- Opening Delimiter -
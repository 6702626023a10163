package org.ringsweep.runner.cli;

import static org.junit.jupiter.api.Assertions.assertEquals;
import static org.junit.jupiter.api.Assertions.assertTrue;

import java.nio.file.Files;
import java.nio.file.Path;
import java.sql.Connection;
import java.sql.DriverManager;
import java.sql.ResultSet;
import java.sql.Statement;
import java.util.List;
import java.util.concurrent.TimeUnit;
import org.junit.jupiter.api.Test;
import org.junit.jupiter.api.io.TempDir;
import org.ringsweep.runner.testing.Ngspice;

/** Ctrl-C (SIGINT/SIGTERM) during a sweep: it stops, ends its simulations and keeps what finished. */
class SweepInterruptTests {
    @TempDir
    Path work;

    private static int rows(Path db, String where) throws Exception {
        try (Connection c = DriverManager.getConnection("jdbc:sqlite:" + db);
             Statement s = c.createStatement();
             ResultSet rs = s.executeQuery("SELECT COUNT(*) FROM points" + where)) {
            return rs.next() ? rs.getInt(1) : 0;
        } catch (java.sql.SQLException e) {
            return 0;
        }
    }

    @Test
    void interruptedSweepKeepsFinishedPointsLeavesNoSimulatorAndResumes() throws Exception {
        Ngspice.require();
        Path out = work.resolve("out");
        Path db = out.resolve("results.sqlite");
        String sweep = CliRun.resource("sweeps/p2p-grid.yaml").toString();
        Process p = new ProcessBuilder(Path.of(System.getProperty("java.home"), "bin", "java").toString(),
                "-cp", System.getProperty("java.class.path"), Main.class.getName(),
                "sweep", sweep, "--out", out.toString(), "--jobs", "2", "--quiet")
                .redirectErrorStream(true).redirectOutput(ProcessBuilder.Redirect.DISCARD).start();
        long deadline = System.nanoTime() + TimeUnit.SECONDS.toNanos(120);
        while (rows(db, "") < 10 && p.isAlive() && System.nanoTime() < deadline) {
            Thread.sleep(50);
        }
        assertTrue(p.isAlive(), "finished before it could be interrupted");
        List<ProcessHandle> simulators = p.descendants().toList();
        p.destroy(); // SIGTERM: the JVM runs its shutdown hooks, as on Ctrl-C
        assertTrue(p.waitFor(30, TimeUnit.SECONDS), "the sweep did not stop");
        Thread.sleep(200);
        for (ProcessHandle h : simulators) {
            assertTrue(!h.isAlive(), "a simulator survived the interrupt: " + h.info().command().orElse("?"));
        }
        int kept = rows(db, "");
        assertTrue(kept >= 10 && kept < 80, "finished points kept: " + kept);
        // Points cut short are not stored as errors: a resumed sweep runs them.
        assertEquals(0, rows(db, " WHERE verdict = 'error'"));
        CliRun resumed = CliRun.of("sweep", sweep, "--out", out.toString(), "--resume", "--quiet");
        assertTrue(resumed.exitCode() <= ExitCodes.VIOLATION, resumed.err());
        assertEquals(80, rows(db, ""));
        assertTrue(Files.exists(out.resolve("results.jsonl")));
    }
}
- Closing Delimiter -
**Description of the task**
Would you reproduce the whole listing above, word for word?

**The answer**
repository 6702626023a10163
package org.ringsweep.runner.cli;

import static org.junit.jupiter.api.Assertions.assertEquals;
import static org.junit.jupiter.api.Assertions.assertTrue;

import java.nio.file.Files;
import java.nio.file.Path;
import java.sql.Connection;
import java.sql.DriverManager;
import java.sql.ResultSet;
import java.sql.Statement;
import java.util.List;
import java.util.concurrent.TimeUnit;
import org.junit.jupiter.api.Test;
import org.junit.jupiter.api.io.TempDir;
import org.ringsweep.runner.testing.Ngspice;

/** Ctrl-C (SIGINT/SIGTERM) during a sweep: it stops, ends its simulations and keeps what finished. */
class SweepInterruptTests {
    @TempDir
    Path work;

    private static int rows(Path db, String where) throws Exception {
        try (Connection c = DriverManager.getConnection("jdbc:sqlite:" + db);
             Statement s = c.createStatement();
             ResultSet rs = s.executeQuery("SELECT COUNT(*) FROM points" + where)) {
            return rs.next() ? rs.getInt(1) : 0;
        } catch (java.sql.SQLException e) {
            return 0;
        }
    }

    @Test
    void interruptedSweepKeepsFinishedPointsLeavesNoSimulatorAndResumes() throws Exception {
        Ngspice.require();
        Path out = work.resolve("out");
        Path db = out.resolve("results.sqlite");
        String sweep = CliRun.resource("sweeps/p2p-grid.yaml").toString();
        Process p = new ProcessBuilder(Path.of(System.getProperty("java.home"), "bin", "java").toString(),
                "-cp", System.getProperty("java.class.path"), Main.class.getName(),
                "sweep", sweep, "--out", out.toString(), "--jobs", "2", "--quiet")
                .redirectErrorStream(true).redirectOutput(ProcessBuilder.Redirect.DISCARD).start();
        long deadline = System.nanoTime() + TimeUnit.SECONDS.toNanos(120);
        while (rows(db, "") < 10 && p.isAlive() && System.nanoTime() < deadline) {
            Thread.sleep(50);
        }
        assertTrue(p.isAlive(), "finished before it could be interrupted");
        List<ProcessHandle> simulators = p.descendants().toList();
        p.destroy(); // SIGTERM: the JVM runs its shutdown hooks, as on Ctrl-C
        assertTrue(p.waitFor(30, TimeUnit.SECONDS), "the sweep did not stop");
        Thread.sleep(200);
        for (ProcessHandle h : simulators) {
            assertTrue(!h.isAlive(), "a simulator survived the interrupt: " + h.info().command().orElse("?"));
        }
        int kept = rows(db, "");
        assertTrue(kept >= 10 && kept < 80, "finished points kept: " + kept);
        // Points cut short are not stored as errors: a resumed sweep runs them.
        assertEquals(0, rows(db, " WHERE verdict = 'error'"));
        CliRun resumed = CliRun.of("sweep", sweep, "--out", out.toString(), "--resume", "--quiet");
        assertTrue(resumed.exitCode() <= ExitCodes.VIOLATION, resumed.err());
        assertEquals(80, rows(db, ""));
        assertTrue(Files.exists(out.resolve("results.jsonl")));
    }
}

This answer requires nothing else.